- Exercise prompt
Lines with the word "reason" in them must be copied from the records below.

- Source data
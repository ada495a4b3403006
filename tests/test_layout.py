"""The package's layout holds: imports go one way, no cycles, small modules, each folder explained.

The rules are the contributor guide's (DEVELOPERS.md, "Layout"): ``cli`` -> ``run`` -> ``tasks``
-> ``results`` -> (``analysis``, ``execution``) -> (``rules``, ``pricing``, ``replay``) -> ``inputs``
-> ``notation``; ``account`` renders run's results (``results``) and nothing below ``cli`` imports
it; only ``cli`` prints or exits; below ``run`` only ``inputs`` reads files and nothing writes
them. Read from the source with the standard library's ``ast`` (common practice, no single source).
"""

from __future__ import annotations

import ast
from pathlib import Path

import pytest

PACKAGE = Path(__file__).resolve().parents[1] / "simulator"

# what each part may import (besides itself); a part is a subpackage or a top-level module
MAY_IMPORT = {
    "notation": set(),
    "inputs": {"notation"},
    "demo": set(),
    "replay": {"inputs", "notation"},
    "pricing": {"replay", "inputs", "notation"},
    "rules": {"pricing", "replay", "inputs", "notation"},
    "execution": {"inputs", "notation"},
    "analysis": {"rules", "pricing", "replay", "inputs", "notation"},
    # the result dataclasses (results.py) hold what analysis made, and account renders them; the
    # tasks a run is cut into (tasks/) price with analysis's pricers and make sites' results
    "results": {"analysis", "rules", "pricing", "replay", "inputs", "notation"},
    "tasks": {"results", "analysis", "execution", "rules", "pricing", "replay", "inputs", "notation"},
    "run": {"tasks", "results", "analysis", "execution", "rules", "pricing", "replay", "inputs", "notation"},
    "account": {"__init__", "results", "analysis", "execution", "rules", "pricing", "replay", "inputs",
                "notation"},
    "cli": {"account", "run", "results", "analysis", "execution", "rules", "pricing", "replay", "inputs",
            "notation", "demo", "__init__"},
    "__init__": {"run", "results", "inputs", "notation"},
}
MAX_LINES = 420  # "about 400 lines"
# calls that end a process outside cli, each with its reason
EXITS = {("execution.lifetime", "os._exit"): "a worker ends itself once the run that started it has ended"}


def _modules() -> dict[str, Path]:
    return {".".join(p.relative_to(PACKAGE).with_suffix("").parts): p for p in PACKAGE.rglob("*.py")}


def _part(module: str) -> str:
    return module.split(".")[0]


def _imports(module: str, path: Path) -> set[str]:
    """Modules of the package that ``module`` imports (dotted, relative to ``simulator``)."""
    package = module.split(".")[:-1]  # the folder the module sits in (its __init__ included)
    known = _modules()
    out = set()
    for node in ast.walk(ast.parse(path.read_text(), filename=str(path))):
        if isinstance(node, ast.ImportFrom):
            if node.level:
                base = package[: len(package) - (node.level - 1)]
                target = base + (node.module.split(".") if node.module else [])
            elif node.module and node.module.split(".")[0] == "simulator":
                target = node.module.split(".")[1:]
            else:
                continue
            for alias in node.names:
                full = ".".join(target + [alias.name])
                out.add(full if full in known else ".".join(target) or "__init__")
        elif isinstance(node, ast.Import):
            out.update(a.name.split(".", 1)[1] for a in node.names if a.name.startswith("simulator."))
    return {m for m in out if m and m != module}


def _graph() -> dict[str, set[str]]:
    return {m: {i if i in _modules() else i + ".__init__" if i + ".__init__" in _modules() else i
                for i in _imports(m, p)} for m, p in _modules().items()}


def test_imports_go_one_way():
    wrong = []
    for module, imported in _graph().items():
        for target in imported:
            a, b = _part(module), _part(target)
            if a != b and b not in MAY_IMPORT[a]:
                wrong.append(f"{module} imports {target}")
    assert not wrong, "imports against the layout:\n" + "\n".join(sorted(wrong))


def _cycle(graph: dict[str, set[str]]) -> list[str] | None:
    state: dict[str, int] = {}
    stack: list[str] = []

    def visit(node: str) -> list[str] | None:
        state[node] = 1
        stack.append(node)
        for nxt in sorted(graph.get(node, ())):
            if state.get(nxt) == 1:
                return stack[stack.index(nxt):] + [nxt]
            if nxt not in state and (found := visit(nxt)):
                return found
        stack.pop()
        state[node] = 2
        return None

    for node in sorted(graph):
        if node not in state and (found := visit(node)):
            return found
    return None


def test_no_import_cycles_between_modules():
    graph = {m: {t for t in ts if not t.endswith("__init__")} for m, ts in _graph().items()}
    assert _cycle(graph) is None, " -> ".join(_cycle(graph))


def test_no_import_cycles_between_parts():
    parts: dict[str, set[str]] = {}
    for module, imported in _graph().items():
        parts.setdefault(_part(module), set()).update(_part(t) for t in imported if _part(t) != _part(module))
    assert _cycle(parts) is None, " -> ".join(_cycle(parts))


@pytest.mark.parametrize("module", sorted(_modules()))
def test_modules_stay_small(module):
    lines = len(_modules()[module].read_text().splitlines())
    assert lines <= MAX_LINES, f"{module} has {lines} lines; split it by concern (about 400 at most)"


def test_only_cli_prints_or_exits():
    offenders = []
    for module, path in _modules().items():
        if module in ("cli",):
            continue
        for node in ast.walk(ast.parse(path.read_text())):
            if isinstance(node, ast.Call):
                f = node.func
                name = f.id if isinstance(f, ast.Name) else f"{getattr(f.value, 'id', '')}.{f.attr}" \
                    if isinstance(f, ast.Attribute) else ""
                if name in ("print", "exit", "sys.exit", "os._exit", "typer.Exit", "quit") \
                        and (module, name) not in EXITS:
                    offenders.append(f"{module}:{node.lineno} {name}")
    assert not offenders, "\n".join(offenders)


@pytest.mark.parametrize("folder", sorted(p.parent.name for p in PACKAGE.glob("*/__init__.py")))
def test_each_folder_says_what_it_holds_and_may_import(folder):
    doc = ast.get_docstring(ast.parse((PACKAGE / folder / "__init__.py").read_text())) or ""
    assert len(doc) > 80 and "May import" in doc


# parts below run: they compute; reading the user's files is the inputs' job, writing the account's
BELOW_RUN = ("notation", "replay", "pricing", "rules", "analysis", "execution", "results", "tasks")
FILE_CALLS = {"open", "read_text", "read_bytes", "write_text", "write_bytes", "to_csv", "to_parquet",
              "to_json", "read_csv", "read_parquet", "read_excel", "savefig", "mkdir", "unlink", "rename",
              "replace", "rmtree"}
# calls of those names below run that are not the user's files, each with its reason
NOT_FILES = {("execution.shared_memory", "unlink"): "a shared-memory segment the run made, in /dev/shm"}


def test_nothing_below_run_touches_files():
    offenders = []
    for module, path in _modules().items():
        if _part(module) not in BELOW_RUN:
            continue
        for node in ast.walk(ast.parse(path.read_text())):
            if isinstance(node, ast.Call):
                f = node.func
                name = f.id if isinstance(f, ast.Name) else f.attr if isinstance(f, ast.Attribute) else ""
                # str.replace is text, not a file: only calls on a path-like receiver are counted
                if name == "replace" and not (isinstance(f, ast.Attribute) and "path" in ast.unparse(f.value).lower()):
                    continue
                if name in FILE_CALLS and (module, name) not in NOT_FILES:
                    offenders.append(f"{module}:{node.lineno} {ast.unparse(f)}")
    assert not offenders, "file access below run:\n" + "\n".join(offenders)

--

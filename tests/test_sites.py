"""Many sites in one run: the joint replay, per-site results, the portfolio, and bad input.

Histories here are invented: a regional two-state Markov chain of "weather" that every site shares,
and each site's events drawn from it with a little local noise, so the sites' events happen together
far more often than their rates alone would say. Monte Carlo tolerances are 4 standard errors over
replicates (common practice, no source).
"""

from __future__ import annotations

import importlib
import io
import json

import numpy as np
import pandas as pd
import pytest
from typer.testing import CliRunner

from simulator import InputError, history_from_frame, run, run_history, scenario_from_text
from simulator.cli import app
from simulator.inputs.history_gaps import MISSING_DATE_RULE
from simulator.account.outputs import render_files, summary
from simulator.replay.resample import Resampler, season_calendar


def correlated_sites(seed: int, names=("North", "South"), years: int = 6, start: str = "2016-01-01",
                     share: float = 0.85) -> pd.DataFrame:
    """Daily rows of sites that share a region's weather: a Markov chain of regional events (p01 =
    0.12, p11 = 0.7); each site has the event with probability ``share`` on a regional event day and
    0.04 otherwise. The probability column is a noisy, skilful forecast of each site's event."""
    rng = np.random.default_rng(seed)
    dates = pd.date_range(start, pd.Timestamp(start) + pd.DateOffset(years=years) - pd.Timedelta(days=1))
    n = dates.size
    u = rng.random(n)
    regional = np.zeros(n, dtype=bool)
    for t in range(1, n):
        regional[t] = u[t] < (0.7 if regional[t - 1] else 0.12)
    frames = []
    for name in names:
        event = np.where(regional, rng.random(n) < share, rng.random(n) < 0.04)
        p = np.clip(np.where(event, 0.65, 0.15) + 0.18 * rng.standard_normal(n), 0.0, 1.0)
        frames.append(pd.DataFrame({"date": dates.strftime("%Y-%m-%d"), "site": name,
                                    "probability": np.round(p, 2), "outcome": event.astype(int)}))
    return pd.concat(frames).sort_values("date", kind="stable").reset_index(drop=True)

- Output of the task
# calls that end a process outside cli, each with its reason
# calls of those names below run that are not the user's files, each with its reason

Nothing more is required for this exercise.